Formulating Appropriate Null and Alternative Hypotheses on a Population Mean

Grade 11 - Statistics and Probability Lesson Notes

Objectives

  • At the end of the lesson the students should be able to:

    • Formulate the appropriate null and alternative hypotheses on a population mean.

    • Code: M11/12SP-IVb-1

Time Frame: Formulating Appropriate Null and Alternative Hypotheses on a Population Mean
Time Schedule

  1. Study the lesson: 28 minutes

    • Read carefully and understand the examples given.

    • Proceed to the activity on page 4 (FORMU-TAIL) once confident.

    • Take note of important information.

  2. Complete Activity (FORMU-TAIL): 10 minutes

    • Write answers only on a Β½ crosswise yellow paper.

    • Ensure answers are complete and legible.

  3. Submission of Work: 2 minutes

    • Submit your work to the assigned teacher or class president (serves as attendance).

Lesson: Formulating Appropriate Null and Alternative Hypotheses on a Population Mean

  • Definition: Hypothesis testing is the process of using statistical tests to determine whether an observed difference between two or more samples is statistically significant.

  • Practical Significance: Allows for evidence-based decision-making rather than relying on subjective feelings or assumptions.

  • Statistical Hypotheses: Statements about a population parameter that require evaluation.

Two Types of Hypotheses

  1. Null Hypothesis (𝐻₀ or 𝐻₀)

    • Represents no effect, no difference, or no change.

    • It is the default assumption that is subjected to testing.

    • Outcomes can result in either rejection or failure to reject the null hypothesis.

  2. Alternative Hypothesis (𝐻₁ or 𝐻ₐ)

    • Indicates that there is an effect, difference, or change.

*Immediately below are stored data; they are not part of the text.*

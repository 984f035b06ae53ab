"""Build small wind files in the many encodings that real model output uses.

A reference field is defined on canonical coordinates (latitudes ascending,
longitudes ascending in [0, 360) for global grids); :func:`encode` writes the
same field in another encoding (names, orientation, longitude convention,
units, calendar, files per time), so tests can check that ingest undoes it.
"""

from __future__ import annotations

from dataclasses import dataclass
from pathlib import Path

import cftime
import numpy as np
import xarray as xr

#: Exact definition: 1 knot = 1852 m per hour (the international nautical mile
#: of 1852 m; BIPM SI Brochure, 8th ed., 2006, table 8 - from memory).
KNOT = 1852.0 / 3600.0


def reference_field(lat: np.ndarray, lon: np.ndarray, levels: np.ndarray, ntime: int) -> dict:
    """Smooth, non-symmetric winds and temperature on canonical coordinates."""
    phi = np.radians(lat)[None, None, :, None]
    lam = np.radians(lon)[None, None, None, :]
    t = np.arange(ntime)[:, None, None, None]
    p = (levels / 1000.0)[None, :, None, None]
    u = 10.0 * np.cos(phi) + 5.0 * np.sin(lam + 0.3 * t) * np.cos(phi) ** 2 + 3.0 * p
    v = 4.0 * np.cos(2 * lam - 0.2 * t) * np.cos(phi) + 2.0 * np.sin(phi) * p
    ta = 250.0 + 30.0 * np.cos(phi) ** 2 + 0.5 * t + 10 * p + 0 * lam
    return {"u": u, "v": v, "ta": ta}


@dataclass
class Encoding:
    """How a reference field is written to disk."""

    names: str = "standard"  # standard | short | custom
    lat_descending: bool = False
    lon_convention: str = "0-360"  # 0-360 | -180-180
    wrap_column: bool = False
    wind_units: str = "m s-1"  # any velocity unit UDUNITS knows
    level_units: str = "hPa"  # hPa | Pa
    calendar: str = "standard"
    files: int = 1


def encode(ref: dict, lat, lon, levels, encoding: Encoding, directory: Path) -> list[Path]:
    """Write the reference field to ``directory`` in the given encoding."""
    ntime = ref["u"].shape[0]
    lat_out, lon_out = np.asarray(lat, float), np.asarray(lon, float)
    data = {k: np.asarray(v, float) for k, v in ref.items()}
    if encoding.lon_convention == "-180-180":
        lon_out = np.where(lon_out >= 180.0, lon_out - 360.0, lon_out)
        order = np.argsort(lon_out)
        lon_out = lon_out[order]
        data = {k: v[..., order] for k, v in data.items()}
    if encoding.wrap_column:
        lon_out = np.append(lon_out, lon_out[0] + 360.0)
        data = {k: np.concatenate([v, v[..., :1]], axis=-1) for k, v in data.items()}
    if encoding.lat_descending:
        lat_out = lat_out[::-1]
        data = {k: v[..., ::-1, :] for k, v in data.items()}
    factor = {"m s-1": 1.0, "m/s": 1.0, "knots": 1.0 / KNOT, "km/h": 3.6, "kt": 1.0 / KNOT}[
        encoding.wind_units
    ]
    level_values = np.asarray(levels, float) * (100.0 if encoding.level_units == "Pa" else 1.0)
    names = {"standard": ("eastward", "northward"), "short": ("ua", "va"),
             "custom": ("zonal_thing", "meridional_thing")}[encoding.names]
    u_attrs = {"units": encoding.wind_units}
    v_attrs = {"units": encoding.wind_units}
    if encoding.names == "standard":
        u_attrs["standard_name"] = "eastward_wind"
        v_attrs["standard_name"] = "northward_wind"
    times = cftime.num2date(6.0 * np.arange(ntime), "hours since 2001-02-27",
                            calendar=encoding.calendar, only_use_cftime_datetimes=True)
    dims = ("time", "lev", "y", "x")
    ds = xr.Dataset(
        {
            names[0]: (dims, data["u"] * factor, u_attrs),
            names[1]: (dims, data["v"] * factor, v_attrs),
            "ta": (dims, data["ta"], {"units": "K", "standard_name": "air_temperature"}),
        },
        coords={
            "time": ("time", times, {"standard_name": "time"}),
            "lev": ("lev", level_values, {"units": encoding.level_units,
                                          "standard_name": "air_pressure", "positive": "down"}),
            "y": ("y", lat_out, {"units": "degrees_north", "standard_name": "latitude"}),
            "x": ("x", lon_out, {"units": "degrees_east", "standard_name": "longitude"}),
        },
    )
    paths = []
    for k, chunk in enumerate(np.array_split(np.arange(ntime), encoding.files)):
        path = directory / f"wind_{k:02d}.nc"
        ds.isel(time=chunk).to_netcdf(
            path, encoding={"time": {"units": "hours since 2001-01-01", "calendar": encoding.calendar}}
        )
        paths.append(path)
    return paths


#: A small global grid (5 degrees, pole rows) on two pressure levels, for tests that
#: need a real file rather than a particular grid.
SMALL_LAT, SMALL_LON = np.linspace(-90, 90, 37), np.arange(0.0, 360.0, 5.0)
SMALL_LEVELS = np.array([850.0, 500.0])


def small_global_file(directory: Path, ntime: int) -> Path:
    """The reference field on the small global grid, ``ntime`` times, in one file."""
    (path,) = encode(reference_field(SMALL_LAT, SMALL_LON, SMALL_LEVELS, ntime),
                     SMALL_LAT, SMALL_LON, SMALL_LEVELS, Encoding(), directory)
    return path


def unusual_names_file(sample: Path, path: Path) -> Path:
    """The first three times of a sample file with time and level under names no CF
    attribute labels as axes (``valid`` in "hours since", ``lev_p`` in hPa)."""
    with xr.open_dataset(sample) as ds:
        renamed = ds.isel(time=slice(0, 3)).rename(time="valid", plev="lev_p")
        renamed["valid"].attrs = {"long_name": "valid time"}
        renamed["lev_p"].attrs = {"units": "hPa", "long_name": "pressure"}
        renamed.to_netcdf(path, encoding={"valid": {"units": "hours since 2026-01-12"}})
    return path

    • It is tested against the null hypothesis and is supported if the null hypothesis is rejected.

Types of Alternative Hypothesis

  • Two-tailed Test

    • Nondirectional test that only predicts a difference between values without indicating direction (greater or smaller).

    • Involves an extreme test statistic in either tail (positive or negative) leading to rejection of the null hypothesis.

    • Symbolically represented with an inequality: β‰ .

  • One-tailed Test

    • Directional test that predicts not only the difference but also the expected direction of the effect.

    • The rejection region is situated within one tail of the distribution (may be a Right-tailed Test or Left-tailed Test).

    • Utilizes greater than (>) or less than (<) symbols.

Three Different Ways of Writing Hypotheses
Steps to State Null and Alternative Hypotheses

  1. Identify the parameter in a given problem.

  2. Determine the claim to be tested that appears in the null or alternative hypothesis.

  3. Translate the claim into mathematical symbols/notations.

  4. Formulate the null hypothesis (𝐻₀ or 𝐻₀) followed by the alternative hypothesis (𝐻₁ or 𝐻ₐ).

Examples of Hypotheses Formulation

  1. Example 1: Teacher A's Study on Mathematics Games

    • Scenario: Effects of mathematical games on student performance.

    • Class Size: 45 students.

    • Mean Score: 90.

    • Standard Deviation: 3.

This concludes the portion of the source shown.